Property investment can be a promising way of generating income and creating wealth. In terms of the cash flow, it can be both a short-term and long-term endeavor. Just look on iproperty and you will find a plethora of property investment options available. Whether you prefer the long-term profits of an investment property, or the intended short-term profits in cases such as property flipping, there is no doubt that property is a viable and versatile investment vehicle that is sure to help you achieve financial freedom.
Although there is no shortage of information available about what budding investors should do, these do not necessarily guarantee the success in property investment. Rather than reading on tips and tricks on what you should do, perhaps it would be more important for you to know what you shouldn’t do in order to avoid becoming another statistic in the property game.
Read on for 10 of the most common mistakes that you as a first-time property investor should try to avoid.
1. Heart over head
Buying real estate with the intention of turning it into an investment property is very different from buying a home. Purchasing decisions in home buying is driven by 90% emotion and only 10% logic. This is, however, understandable since there is a personal connotation attached to owning a home.
Investing, however, is altogether a different scenario. Investment decisions should be made with your head and not your heart. Allowing your emotions to influence your purchasing decisions is a common trap that you should avoid at all costs. This helps you avoid over-capitalizing on your purchase and allow to make the shrewdest deal to secure the best possible outcome for your investment plans and goals.
2. Failure to plan is a plan to fail
As with any investment endeavor, you will need a set plan of attack in order to be successful in building a lucrative property portfolio. Setting out on your investment journey without a plan is akin to going for a road trip without a map. You’ll inevitably take a wrong turn and end up getting lost. So, have a plan of action and then put your plan into action.
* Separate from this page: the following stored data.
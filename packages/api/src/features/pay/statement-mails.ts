import type { Transaction } from 'sequelize';
import { formatDate, formatDay } from '@driprail/shared/domain/time/format';
import { companyOf } from '../../db/company.ts';
import type { PayWeek } from '../../db/models/index.ts';
import { User } from '../../db/models/index.ts';
import { queueMail } from '../../outbox/mails.ts';

/** Tells those paid in a locked week who have a login where their statement is. A link; the figures stay behind the sign-in. */
export async function mailStatements(
  tx: Transaction,
  now: Date,
  week: PayWeek,
  personIds: string[],
  baseUrl: string,
): Promise<void> {
  const { name } = await companyOf(tx);
  const users = await User.findAll({ where: { personId: personIds, isActive: true }, transaction: tx });
  const span = `${formatDay(week.startsOn)} to ${formatDate(week.endsOn)}`;
  for (const user of users) {
    if (!user.passwordHash || !user.personId) continue;
    await queueMail(tx, now, {
      to: user.email,
      subject: `${name}: your pay statement, ${span}`,
      body: `Hello ${user.name},\n\nYour pay statement of ${span} is ready. Sign in to read it:\n\n${baseUrl}/statements/${week.startsOn}/${user.personId}\n\nIf something is not right, tell the owner.`,
    });
  }
}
For real estate to be a successful wealth creation vehicle, you will need to have a sound investment plan and set goals. Determine where you want to go, where you want to end up, and then devise a cohesive financial plan in order to get there. Work out what you want to achieve – whether it is short-term yields or long-term capital growth – and make sure your investment decisions reflect your overall strategy.
3. Diving in or dithering
Two of the most common scenarios with budding real estate investors are usually either acting too impulsively or being overly cautious and never acting at all. The former usually lose heart in the early sages and throw in the towel prematurely, while the latter end up facing paralysis by analysis.
Instead, the best thing you can do is to find a good balance between both. Make sure you understand real estate investment so you will be comfortable with the decisions you make, but don’t think that you have to know it all before you can even begin. Learning is both a journey and an experience, the same goes for investment.
4. Speculation over patience
Real estate investment is not an overnight results generator. People go into property investment with dreams of becoming overnight millionaires, thinking that it can be a quick fix to their financial issues. However, short term gains are usually more about speculation than true investing. Real estate lacks liquidity and thus is safeguarded from other more fast-paced investment vehicles such as shares. While many may view this as a shortcoming, it is actually a strength, as the tangible value of real estate makes it a commodity that everyone needs. This allows it to provide steady long-term gains.
5. Not doing research
Understanding property investment and real estate markets take time. Even the best experts are sometimes eluded by the cyclical nature of real estate. Rome was not built in a day. So, don’t have the expectations that you can just read a couple of articles online and have a full understanding of real estate investment.
6. Financing faux pars
While any layman can try their hand at real estate, there are certain aspects that are better left to professionals. As a beginning investor, you might not be as well-versed in the financial aspects. Thus, it is pertinent that you try to seek help from a financial broker. The reason for this is simple: they can usually point you in the right way to secure the right type of financing for your property investments. An incorrect financial structure can be detrimental to your long-term wealth-creation goals. Thus, a financial planner or broker can help you with the ins and outs of financing your investments and help you set up sound financial plans.
7. Saving by self managing
Many beginners think that they can handle it all themselves. You might have done all the groundwork and secured the perfect first investment. However, this is just the tip of the iceberg. Do not be tempted to fall into the trap of self-managing your own portfolio.
Think about it this way, real estate investment should be a passive income generator. As such, there is no reason for you to involve yourself too actively in the nitty-gritty aspects of it and treat it as a full-time job. Instead, hire a team of professionals to manage your property for you in order to allow you to spend your time better, such as looking at the bigger picture in order to generate more wealth.